▶ **Your assignment**: In the listing beneath this line, copy exactly the lines starting with the one containing "for (const Edge& e : cl.edges)" and going on through the one containing "const Corpus c = MakeCorpus(2000, 77);".

▶ **Data records**:
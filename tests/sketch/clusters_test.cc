// Tests for sketch/clusters.h, sketch/union_find.h, sketch/set_similarity.h.
//
// Outside reference: the differential test compares the fast path (MinHash +
// LSH + union-find) against a slow, obviously correct reference: exact
// Jaccard of every pair of shingle sets (definition: Broder 1997 [V, abstract]).
// Jaccard and containment definitions: Broder 1997 [V, abstract]; small values
// are hand-computed from the definitions.
#include "sketch/clusters.h"

#include <gtest/gtest.h>

#include <algorithm>
#include <iterator>
#include <random>
#include <string>
#include <vector>

#include "sketch/minhash.h"
#include "sketch/set_similarity.h"
#include "sketch/shingles.h"
#include "sketch/union_find.h"

namespace prefsift::sketch {
namespace {

TEST(UnionFind, MergesAndCounts) {
  UnionFind uf(6);
  EXPECT_TRUE(uf.Union(0, 1));
  EXPECT_TRUE(uf.Union(2, 3));
  EXPECT_FALSE(uf.Union(1, 0));
  EXPECT_TRUE(uf.Union(1, 3));
  EXPECT_EQ(uf.Find(0), uf.Find(2));
  EXPECT_NE(uf.Find(0), uf.Find(4));
  EXPECT_EQ(uf.SetSize(3), 4u);
  EXPECT_EQ(uf.SetSize(5), 1u);
}

TEST(SetSimilarity, HandComputed) {
  const std::vector<uint64_t> a = {1, 2, 3, 4};
  const std::vector<uint64_t> b = {3, 4, 5};
  EXPECT_EQ(IntersectionSize(a, b), 2u);
  EXPECT_DOUBLE_EQ(ExactJaccard(a, b), 2.0 / 5.0);  // |{3,4}| / |{1..5}|
  EXPECT_DOUBLE_EQ(Containment(a, b), 2.0 / 4.0);   // |A n B| / |A|
  EXPECT_DOUBLE_EQ(Containment(b, a), 2.0 / 3.0);
  EXPECT_DOUBLE_EQ(ExactJaccard({}, {}), 1.0);
  EXPECT_DOUBLE_EQ(Containment({}, b), 0.0);
}

// IntersectionIfAtLeast against the plain count of std::set_intersection on
// random sorted sets: the exact size whenever it reaches `need`, something
// below `need` otherwise.
TEST(SetSimilarity, IntersectionIfAtLeastIsExactWhenItReachesNeed) {
  std::mt19937_64 rng(20261203);
  for (int trial = 0; trial < 3000; ++trial) {
    std::vector<uint64_t> a, b;
    const uint64_t universe = 1 + rng() % 60;
    for (uint64_t x = 0; x < universe; ++x) {
      if (rng() % 2) a.push_back(x);
      if (rng() % 3 == 0) b.push_back(x);
    }
    std::vector<uint64_t> both;
    std::set_intersection(a.begin(), a.end(), b.begin(), b.end(), std::back_inserter(both));
    for (size_t need = 0; need <= a.size(); ++need) {
      const uint64_t got = IntersectionIfAtLeast(a, b, need);
      if (both.size() >= need) {
        ASSERT_EQ(got, both.size()) << trial << " " << need;
      } else {
        ASSERT_LT(got, need) << trial << " " << need;
      }
    }
    ASSERT_EQ(IntersectionSize(a, b), both.size());
  }
}

// Synthetic prompts: sentences of words from a fixed vocabulary; 35% of the
// prompts are planted variants of an earlier one (a few words edited,
// sentences swapped, a sentence dropped or added, or ~15% of words edited).
std::vector<std::string> MakePrompts(uint32_t n, uint64_t seed) {
  std::mt19937_64 rng(seed);
  std::vector<std::string> vocab;
  for (int i = 0; i < 4000; ++i) {
    std::string w;
    const int len = 2 + static_cast<int>(rng() % 8);
    for (int c = 0; c < len; ++c) w.push_back(static_cast<char>('a' + rng() % 26));
    vocab.push_back(w);
  }
  auto word = [&] { return vocab[rng() % vocab.size()]; };
  using Sentences = std::vector<std::vector<std::string>>;
  auto fresh = [&] {
    Sentences s;
    const uint32_t target = 20 + static_cast<uint32_t>(rng() % 181);
    uint32_t words = 0;
    while (words < target) {
      const uint32_t len = std::min<uint32_t>(6 + static_cast<uint32_t>(rng() % 9), target - words);
      std::vector<std::string> sent;
      for (uint32_t i = 0; i < len; ++i) sent.push_back(word());
      words += len;
      s.push_back(sent);
    }
    return s;
  };
  auto edit_words = [&](Sentences& s, int count) {
    for (int e = 0; e < count; ++e) {
      auto& sent = s[rng() % s.size()];
      sent[rng() % sent.size()] = word();
    }
  };
  std::vector<Sentences> docs;
  for (uint32_t i = 0; i < n; ++i) {
    if (i < 10 || rng() % 100 >= 35) {
      docs.push_back(fresh());
      continue;
    }
    Sentences s = docs[rng() % docs.size()];
    size_t total = 0;
    for (auto& sent : s) total += sent.size();
    switch (rng() % 5) {
      case 0: edit_words(s, 1 + static_cast<int>(rng() % 3)); break;
      case 1:
        if (s.size() >= 2) std::swap(s[rng() % s.size()], s[rng() % s.size()]);
        break;
      case 2: edit_words(s, 1); if (s.size() >= 2) std::swap(s[0], s[s.size() - 1]); break;
      case 3:
        if (s.size() >= 3 && rng() % 2) {
          s.erase(s.begin() + static_cast<long>(rng() % s.size()));
        } else {
          s.push_back(fresh()[0]);
        }
        break;
      default: edit_words(s, std::max<int>(1, static_cast<int>(total * 15 / 100))); break;
    }
    docs.push_back(s);
  }
  std::vector<std::string> out;
  for (const auto& d : docs) {
    std::string text;
    for (const auto& sent : d) {
      for (const auto& w : sent) {
        if (!text.empty()) text += ' ';
        text += w;
      }
    }
    out.push_back(text);
  }
  return out;
}

struct Corpus {
  std::vector<std::string> texts;
  std::vector<std::vector<uint64_t>> sets;
  std::vector<uint8_t> sigs;
  uint32_t k = 256;
};

Corpus MakeCorpus(uint32_t n, uint64_t seed) {
  Corpus c;
  c.texts = MakePrompts(n, seed);
  const ShingleOptions so;
  const MinHashParams mp;
  c.k = mp.num_slots;
  c.sigs.resize(static_cast<size_t>(n) * c.k);
  for (uint32_t i = 0; i < n; ++i) {
    c.sets.push_back(Shingles(c.texts[i], so));
    SignTextCompact(c.texts[i], so, mp, std::span<uint8_t>(c.sigs).subspan(size_t{i} * c.k, c.k));
  }
  return c;
}

void CheckAgainstAllPairs(const Corpus& c, const Clustering& cl, double threshold) {
  const auto n = static_cast<uint32_t>(c.texts.size());
  // Slow reference: exact Jaccard of every pair.
  uint64_t high = 0;
  uint64_t high_together = 0;
  uint64_t mid = 0;
  uint64_t near_line = 0;  // threshold + 0.05 <= J < threshold + 0.1: the hard ones
  for (uint32_t i = 0; i < n; ++i) {
    for (uint32_t j = i + 1; j < n; ++j) {
      const double jac = ExactJaccard(c.sets[i], c.sets[j]);
      if (jac >= threshold + 0.05) {
        ++high;
        high_together += cl.cluster_of[i] == cl.cluster_of[j];
        near_line += jac < threshold + 0.1;
      } else if (jac > threshold - 0.2 && jac < threshold) {
        ++mid;
      }
    }
  }
  // The generator must produce enough pairs on both sides of the threshold.
  ASSERT_GT(high, 200u);
  ASSERT_GT(near_line, 20u);
  ASSERT_GT(mid, 50u);
  const double recall = static_cast<double>(high_together) / static_cast<double>(high);
  EXPECT_GE(recall, 0.98) << high_together << " of " << high;
  // No verified edge joins a pair at or below threshold - 0.2.
  ASSERT_FALSE(cl.edges.empty());
  for (const Edge& e : cl.edges) {
    EXPECT_GT(ExactJaccard(c.sets[e.a], c.sets[e.b]), threshold - 0.2)
        << e.a << "-" << e.b << " estimated " << e.similarity;
  }
  // Cluster ids are the smallest member index.
  for (uint32_t i = 0; i < n; ++i) {
    EXPECT_LE(cl.cluster_of[i], i);
    EXPECT_EQ(cl.cluster_of[cl.cluster_of[i]], cl.cluster_of[i]);
  }
  std::printf("  [differential] n=%u pairs J>=t+.05: %llu (%llu below t+.1), t-.2<J<t: %llu; "
              "recall=%.4f edges=%zu candidates=%llu\n",
              n, static_cast<unsigned long long>(high), static_cast<unsigned long long>(near_line),
              static_cast<unsigned long long>(mid), recall, cl.edges.size(),
              static_cast<unsigned long long>(cl.stats.candidates.unique_pairs));
}

TEST(Clusters, DifferentialAgainstAllPairsExactJaccard) {
  const Corpus c = MakeCorpus(3000, 2024);
  ClusterOptions opts;
  opts.keep_edges = true;
  auto cl = ClusterCompactSignatures(c.sigs, c.k, opts);
  ASSERT_TRUE(cl.ok()) << cl.status().message();
  CheckAgainstAllPairs(c, cl.value(), opts.threshold);
  for (const ClusterSummary& s : cl.value().clusters) {
    EXPECT_GE(s.size, 2u);
    EXPECT_GE(s.min_similarity, 0.8f);
    EXPECT_LE(s.min_similarity, s.max_similarity);
    EXPECT_LE(s.max_similarity, 1.0f);
  }
}

TEST(Clusters, ExactVerificationNeverMergesBelowThreshold) {
  const Corpus c = MakeCorpus(2000, 77);
  ClusterOptions opts;
  opts.keep_edges = true;
  auto cl = ClusterWithExactSets(c.sigs, c.k, c.sets, opts);
  ASSERT_TRUE(cl.ok());
  for (const Edge& e : cl.value().edges) {
    EXPECT_GE(ExactJaccard(c.sets[e.a], c.sets[e.b]), 0.8 - 1e-6);
  }
  CheckAgainstAllPairs(c, cl.value(), opts.threshold);
}

TEST(Clusters, SameResultForAnyThreadCount) {
  const Corpus c = MakeCorpus(1500, 5);
  ClusterOptions opts;
  opts.keep_edges = true;
  auto one = ClusterCompactSignatures(c.sigs, c.k, opts);
  opts.threads = 2;
  auto two = ClusterCompactSignatures(c.sigs, c.k, opts);
  opts.threads = 5;
  auto five = ClusterCompactSignatures(c.sigs, c.k, opts);
  ASSERT_TRUE(one.ok() && two.ok() && five.ok());
  for (const auto* other : {&two.value(), &five.value()}) {
    EXPECT_EQ(one.value().cluster_of, other->cluster_of);
    ASSERT_EQ(one.value().clusters.size(), other->clusters.size());
    for (size_t i = 0; i < other->clusters.size(); ++i) {
      EXPECT_EQ(one.value().clusters[i].id, other->clusters[i].id);
      EXPECT_EQ(one.value().clusters[i].size, other->clusters[i].size);
      EXPECT_EQ(one.value().clusters[i].min_similarity, other->clusters[i].min_similarity);
      EXPECT_EQ(one.value().clusters[i].max_similarity, other->clusters[i].max_similarity);
    }
    ASSERT_EQ(one.value().edges.size(), other->edges.size());
  }
}

TEST(Clusters, TwoStepApiEqualsOneStep) {
  const Corpus c = MakeCorpus(800, 9);
  ClusterOptions opts;
  auto one = ClusterCompactSignatures(c.sigs, c.k, opts);
  ASSERT_TRUE(one.ok());
  const auto pairs = CandidatePairs(c.sigs, c.k, one.value().stats.banding, opts.band_seed,
                                    CandidateOptions{opts.max_run, 1}, nullptr);
  auto two = ClusterCandidates(c.sigs, c.k, pairs, opts);
  ASSERT_TRUE(two.ok());
  EXPECT_EQ(one.value().cluster_of, two.value().cluster_of);
  EXPECT_EQ(one.value().stats.verified_edges, two.value().stats.verified_edges);
  // Unsorted or out-of-range pairs are a usage error, not a crash.
  EXPECT_FALSE(ClusterCandidates(c.sigs, c.k, std::vector<uint64_t>{PackPair(5, 4)}, opts).ok());
  EXPECT_FALSE(ClusterCandidates(c.sigs, c.k, std::vector<uint64_t>{PackPair(1, 800)}, opts).ok());
}

TEST(Clusters, HugeBucketOfCopiesBecomesOneCluster) {
  constexpr uint32_t kK = 256;
  std::vector<uint8_t> sigs;
  const ShingleOptions so;
  const MinHashParams mp;
  std::vector<uint8_t> one(kK);
  SignTextCompact("write a short poem about the sea and the wind", so, mp, one);
  for (int i = 0; i < 3000; ++i) sigs.insert(sigs.end(), one.begin(), one.end());
  SignTextCompact("an unrelated prompt about tax forms for small shops", so, mp, one);
  sigs.insert(sigs.end(), one.begin(), one.end());
  ClusterOptions opts;
  opts.max_run = 64;
  auto cl = ClusterCompactSignatures(sigs, kK, opts);
  ASSERT_TRUE(cl.ok());
  ASSERT_EQ(cl.value().clusters.size(), 1u);
  EXPECT_EQ(cl.value().clusters[0].id, 0u);
  EXPECT_EQ(cl.value().clusters[0].size, 3000u);
  EXPECT_FLOAT_EQ(cl.value().clusters[0].min_similarity, 1.0f);
  EXPECT_EQ(cl.value().cluster_of[3000], 3000u);
  EXPECT_GT(cl.value().stats.candidates.capped_runs, 0u);
  EXPECT_LE(cl.value().stats.candidates.unique_pairs, 2u * 3000u);
}

TEST(Clusters, RejectsBadInput) {
  std::vector<uint8_t> sigs(100);
  EXPECT_FALSE(ClusterCompactSignatures(sigs, 256, {}).ok());
  ClusterOptions bad;
  bad.threshold = 0;
  EXPECT_FALSE(ClusterCompactSignatures(std::vector<uint8_t>(512), 256, bad).ok());
  ClusterOptions wide;
  wide.banding = {40, 8};
  EXPECT_FALSE(ClusterCompactSignatures(std::vector<uint8_t>(512), 256, wide).ok());
}

}  // namespace
}  // namespace prefsift::sketch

▶ **Result below**:
  for (const Edge& e : cl.edges) {
    EXPECT_GT(ExactJaccard(c.sets[e.a], c.sets[e.b]), threshold - 0.2)
        << e.a << "-" << e.b << " estimated " << e.similarity;
  }
  // Cluster ids are the smallest member index.
  for (uint32_t i = 0; i < n; ++i) {
    EXPECT_LE(cl.cluster_of[i], i);
    EXPECT_EQ(cl.cluster_of[cl.cluster_of[i]], cl.cluster_of[i]);
  }
  std::printf("  [differential] n=%u pairs J>=t+.05: %llu (%llu below t+.1), t-.2<J<t: %llu; "
              "recall=%.4f edges=%zu candidates=%llu\n",
              n, static_cast<unsigned long long>(high), static_cast<unsigned long long>(near_line),
              static_cast<unsigned long long>(mid), recall, cl.edges.size(),
              static_cast<unsigned long long>(cl.stats.candidates.unique_pairs));
}

TEST(Clusters, DifferentialAgainstAllPairsExactJaccard) {
  const Corpus c = MakeCorpus(3000, 2024);
  ClusterOptions opts;
  opts.keep_edges = true;
  auto cl = ClusterCompactSignatures(c.sigs, c.k, opts);
  ASSERT_TRUE(cl.ok()) << cl.status().message();
  CheckAgainstAllPairs(c, cl.value(), opts.threshold);
  for (const ClusterSummary& s : cl.value().clusters) {
    EXPECT_GE(s.size, 2u);
    EXPECT_GE(s.min_similarity, 0.8f);
    EXPECT_LE(s.min_similarity, s.max_similarity);
    EXPECT_LE(s.max_similarity, 1.0f);
  }
}

TEST(Clusters, ExactVerificationNeverMergesBelowThreshold) {
  const Corpus c = MakeCorpus(2000, 77);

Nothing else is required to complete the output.